Gloria Swanson Biography

PHOTO: Gloria Swanson

Gloria Swanson was born Gloria Swenson. Her father was in the army, and she had attended more than a dozen schools by her early teens. Finally settling in Chicago, at age sixteen she was hired as an extra at Essanay Studios, where she met actor Wallace Beery.

Three years later, in 1916, she and Beery were married and moved to Hollywood. Beery signed with Mack Sennett's Keystone company, on the condition that Swanson also be given a contract. She started out in a series of romantic comedies, then starred in a number of melodramatic tearjerkers.

In 1919, she joined Cecil B. DeMille's team, and soon rose to major stardom in euphemism-laden bedroom farces. By the mid 1920s, now specialising in drama, she was a reigning Queen of Hollywood, expertly handling the film world's publicity machine to increase her own glamour.

Meanwhile, she divorced Beery in 1919, married and divorced again, then married a marquis. Altogether, she was married six times.

In 1927, she began producing her own films; a year later she was nearly bankrupted by the costs of Erich von Stroheim's production of 'Queen Kelly'. She proved herself capable of both speaking and singing well in the sound era, but her talkies were mostly unsuccessful, and she retired from the screen in 1934.

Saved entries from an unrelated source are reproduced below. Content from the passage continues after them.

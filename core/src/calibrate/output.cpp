#include <algorithm>
#include <array>
#include <cmath>
#include <cstdint>
#include <cstdio>
#include <ctime>
#include <sstream>

#include <nlohmann/json.hpp>

#include "../json_checks.hpp"
#include "triaxcal/calibration_output.hpp"
#include "triaxcal/parameter_file.hpp"
#include "triaxcal/parameters.hpp"
#include "triaxcal/results_csv.hpp"

namespace triaxcal {

// SHA-256 after FIPS 180-4 (2015), "Secure Hash Standard", sections 4.1.2, 4.2.2 and 6.2.
std::string sha256_hex(const std::string& data) {
  static constexpr std::array<std::uint32_t, 64> k = {
      0x428a2f98, 0x71374491, 0xb5c0fbcf, 0xe9b5dba5, 0x3956c25b, 0x59f111f1, 0x923f82a4, 0xab1c5ed5, 0xd807aa98,
      0x12835b01, 0x243185be, 0x550c7dc3, 0x72be5d74, 0x80deb1fe, 0x9bdc06a7, 0xc19bf174, 0xe49b69c1, 0xefbe4786,
      0x0fc19dc6, 0x240ca1cc, 0x2de92c6f, 0x4a7484aa, 0x5cb0a9dc, 0x76f988da, 0x983e5152, 0xa831c66d, 0xb00327c8,
      0xbf597fc7, 0xc6e00bf3, 0xd5a79147, 0x06ca6351, 0x14292967, 0x27b70a85, 0x2e1b2138, 0x4d2c6dfc, 0x53380d13,
      0x650a7354, 0x766a0abb, 0x81c2c92e, 0x92722c85, 0xa2bfe8a1, 0xa81a664b, 0xc24b8b70, 0xc76c51a3, 0xd192e819,
      0xd6990624, 0xf40e3585, 0x106aa070, 0x19a4c116, 0x1e376c08, 0x2748774c, 0x34b0bcb5, 0x391c0cb3, 0x4ed8aa4a,
      0x5b9cca4f, 0x682e6ff3, 0x748f82ee, 0x78a5636f, 0x84c87814, 0x8cc70208, 0x90befffa, 0xa4506ceb, 0xbef9a3f7,
      0xc67178f2};
  std::array<std::uint32_t, 8> h = {0x6a09e667, 0xbb67ae85, 0x3c6ef372, 0xa54ff53a,
                                    0x510e527f, 0x9b05688c, 0x1f83d9ab, 0x5be0cd19};
  std::string m = data;
  const std::uint64_t bits = static_cast<std::uint64_t>(data.size()) * 8u;
  m.push_back(static_cast<char>(0x80));
  while (m.size() % 64 != 56) m.push_back('\0');
  for (int i = 7; i >= 0; --i) m.push_back(static_cast<char>((bits >> (8 * i)) & 0xffu));
  auto rotr = [](std::uint32_t x, int n) { return (x >> n) | (x << (32 - n)); };
  for (std::size_t block = 0; block < m.size(); block += 64) {
    std::array<std::uint32_t, 64> w{};
    for (int t = 0; t < 16; ++t) {
      const auto* p = reinterpret_cast<const unsigned char*>(m.data() + block + 4 * static_cast<std::size_t>(t));
      w[static_cast<std::size_t>(t)] = (std::uint32_t{p[0]} << 24) | (std::uint32_t{p[1]} << 16) | (std::uint32_t{p[2]} << 8) | p[3];
    }
    for (std::size_t t = 16; t < 64; ++t) {
      const std::uint32_t s0 = rotr(w[t - 15], 7) ^ rotr(w[t - 15], 18) ^ (w[t - 15] >> 3);
      const std::uint32_t s1 = rotr(w[t - 2], 17) ^ rotr(w[t - 2], 19) ^ (w[t - 2] >> 10);
      w[t] = w[t - 16] + s0 + w[t - 7] + s1;
    }
    std::uint32_t a = h[0], b = h[1], c = h[2], d = h[3], e = h[4], f = h[5], g = h[6], hh = h[7];
    for (std::size_t t = 0; t < 64; ++t) {
      const std::uint32_t t1 = hh + (rotr(e, 6) ^ rotr(e, 11) ^ rotr(e, 25)) + ((e & f) ^ (~e & g)) + k[t] + w[t];
      const std::uint32_t t2 = (rotr(a, 2) ^ rotr(a, 13) ^ rotr(a, 22)) + ((a & b) ^ (a & c) ^ (b & c));
      hh = g;
      g = f;
      f = e;
      e = d + t1;
      d = c;
      c = b;
      b = a;
      a = t1 + t2;
    }
    h[0] += a; h[1] += b; h[2] += c; h[3] += d; h[4] += e; h[5] += f; h[6] += g; h[7] += hh;
  }
  std::string out;
  char buf[9];
  for (std::uint32_t v : h) {
    std::snprintf(buf, sizeof buf, "%08x", v);
    out += buf;
  }
  return out;
}

std::string sha256_file(const std::string& path) { return sha256_hex(detail::read_text_file(path)); }

std::string utc_now() {
  const std::time_t t = std::time(nullptr);
  std::tm tm{};
  gmtime_r(&t, &tm);
  char buf[32];
  std::strftime(buf, sizeof buf, "%Y-%m-%dT%H:%M:%SZ", &tm);
  return buf;
}

namespace {
using nlohmann::ordered_json;

ordered_json number_or_null(double v) { return std::isfinite(v) ? ordered_json(v) : ordered_json(nullptr); }
}  // namespace

std::string format_parameter_set(const CalibrationSummary& s, const ModelInfo& model, const CalibrationProvenance& prov) {
  ordered_json root;
  root["format"] = kParameterFormat;
  root["version"] = kParameterVersion;
  root["model"] = model.name;
  root["description"] = "Fitted by triaxcal fit" + (prov.description.empty() ? std::string() : ": " + prov.description);
  ordered_json params = ordered_json::object();
  for (const FittedParameter& p : s.parameters) {
    ordered_json o;
    const int index = parameter_index(model, p.name);
    if (index >= 0 && !model.parameters[static_cast<std::size_t>(index)].words.empty())
      o["value"] = word_of(model.parameters[static_cast<std::size_t>(index)], p.value);  // a word parameter
    else
      o["value"] = p.value;
    o["unit"] = p.unit;
    o["status"] = to_string(p.status);
    if (p.status == ParameterStatus::free) {
      o["standard_error"] = number_or_null(p.standard_error);
      o["interval_95"] = ordered_json::array({number_or_null(p.interval_low), number_or_null(p.interval_high)});
      o["lower_bound"] = p.lower;
      o["upper_bound"] = p.upper;
    } else if (p.status == ParameterStatus::tied) {
      o["tied_to"] = p.expression;
    }
    params[p.name] = o;
  }
  root["parameters"] = params;
  ordered_json fit;
  fit["outcome"] = to_string(s.outcome);
  fit["outcome_reason"] = s.outcome_reason;
  fit["termination"] = to_string(s.termination);
  fit["message"] = s.message;
  fit["objective"] = number_or_null(s.objective);
  fit["evaluations"] = s.evaluations;
  fit["failed_simulations"] = s.failed_simulations;
  fit["work_limited_simulations"] = s.work_limited_simulations;
  fit["jacobian_evaluations"] = s.jacobian_evaluations;
  fit["exact_jacobians"] = s.exact_jacobians;
  fit["difference_jacobians"] = s.difference_jacobians;
  fit["local_runs"] = s.local_runs;
  fit["local_runs_at_best"] = s.starts_at_best;
  fit["failed_starts"] = s.failed_starts;
  fit["wall_time_s"] = s.wall_time;
  fit["threads"] = s.threads;
  fit["global_algorithm"] = s.global_algorithm;
  fit["local_algorithm"] = s.local_algorithm;
  fit["loss"] = s.loss;
  ordered_json options = ordered_json::object();
  std::istringstream lines(s.options_text);
  for (std::string line; std::getline(lines, line);) {
    const auto eq = line.find(" = ");
    if (eq != std::string::npos) options[line.substr(0, eq)] = line.substr(eq + 3);
  }
  fit["options"] = options;
  if (!s.fit_stages.empty()) {
    // A staged fit: each stage's own outcome; the outcome above is the worst honest one of them.
    ordered_json stages = ordered_json::array();
    for (const FitStageSummary& f : s.fit_stages) {
      ordered_json sj;
      sj["free"] = f.free;
      if (!f.note.empty()) sj["note"] = f.note;
      sj["run"] = f.run;
      sj["outcome"] = f.run ? ordered_json(to_string(f.outcome)) : ordered_json(nullptr);
      sj["outcome_reason"] = f.outcome_reason;
      sj["termination"] = to_string(f.termination);
      sj["objective"] = number_or_null(f.objective);
      sj["start_objective"] = number_or_null(f.start_objective);
      sj["evaluations"] = f.evaluations;
      sj["local_runs"] = f.local_runs;
      sj["local_runs_at_best"] = f.starts_at_best;
      stages.push_back(sj);
    }
    fit["stages"] = stages;
  }
  if (!s.uncertainty_basis.empty()) fit["intervals_from"] = s.uncertainty_basis;
  ordered_json tests = ordered_json::array();
  for (const TestFit& t : s.tests) {
    ordered_json tj;
    tj["id"] = t.id;
    tj["simulated"] = t.simulated;
    ordered_json curves = ordered_json::array();
    for (const CurveFit& c : t.curves)
      curves.push_back({{"quantity", to_string(c.y)},
                        {"stage", std::max(1, c.shear_stage)},
                        {"unit", unit_of(c.y)},
                        {"points", c.points},
                        {"rmse", number_or_null(c.rmse)},
                        {"r_squared", number_or_null(c.r_squared)},
                        {"used", c.used},
                        {"poor_fit", c.poor}});
    tj["curves"] = curves;
    tests.push_back(tj);
  }
  fit["tests"] = tests;
  fit["warnings"] = s.warnings;
  root["fit"] = fit;
  ordered_json provenance;
  provenance["software"] = "triaxcal " + prov.software_version;
  provenance["created"] = prov.created;
  ordered_json inputs = ordered_json::array();
  for (const auto& [path, hash] : prov.inputs) inputs.push_back({{"path", path}, {"sha256", hash}});
  provenance["inputs"] = inputs;
  root["provenance"] = provenance;
  root["caution"] = prov.caution;
  return root.dump(2) + "\n";
}

std::string format_fit_csv(const CalibrationSummary& s) {
  // One row a compared point. stage: the shear stage of the specimen, numbered 1, 2, 3 for people
  // (1 for a specimen with one shear stage and for an oedometer test); stage_axial_strain: the
  // engineering axial strain since the start of that stage (dL / L at the stage start), as compared.
  std::string out = "test,stage,quantity,stage_axial_strain[-],measured,simulated,unit\n";
  char buf[96];
  for (const TestFit& t : s.tests)
    for (const CurveFit& c : t.curves)
      for (std::size_t i = 0; i < c.xs.size(); ++i) {
        out += csv_field(t.id) + "," + std::to_string(std::max(1, c.shear_stage)) + "," + to_string(c.y);
        const double sim = i < c.simulated.size() ? c.simulated[i] : kNotGiven;
        if (std::isnan(sim))
          std::snprintf(buf, sizeof buf, ",%.10g,%.10g,", c.xs[i], c.measured[i]);
        else
          std::snprintf(buf, sizeof buf, ",%.10g,%.10g,%.10g", c.xs[i], c.measured[i], sim);
        out += buf;
        out += "," + unit_of(c.y) + "\n";
      }
  return out;
}

}  // namespace triaxcal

Throughout the next four decades she appeared in five additional films, the most important of which was 'Sunset Boulevard', in 1950, for which she received her third Best Actress Oscar nomination.

Later, she occasionally appeared on TV talk shows, often promoting health food. In 1971, she starred on Broadway in 'Butterflies Are Free'.

She died in her sleep in April 1983.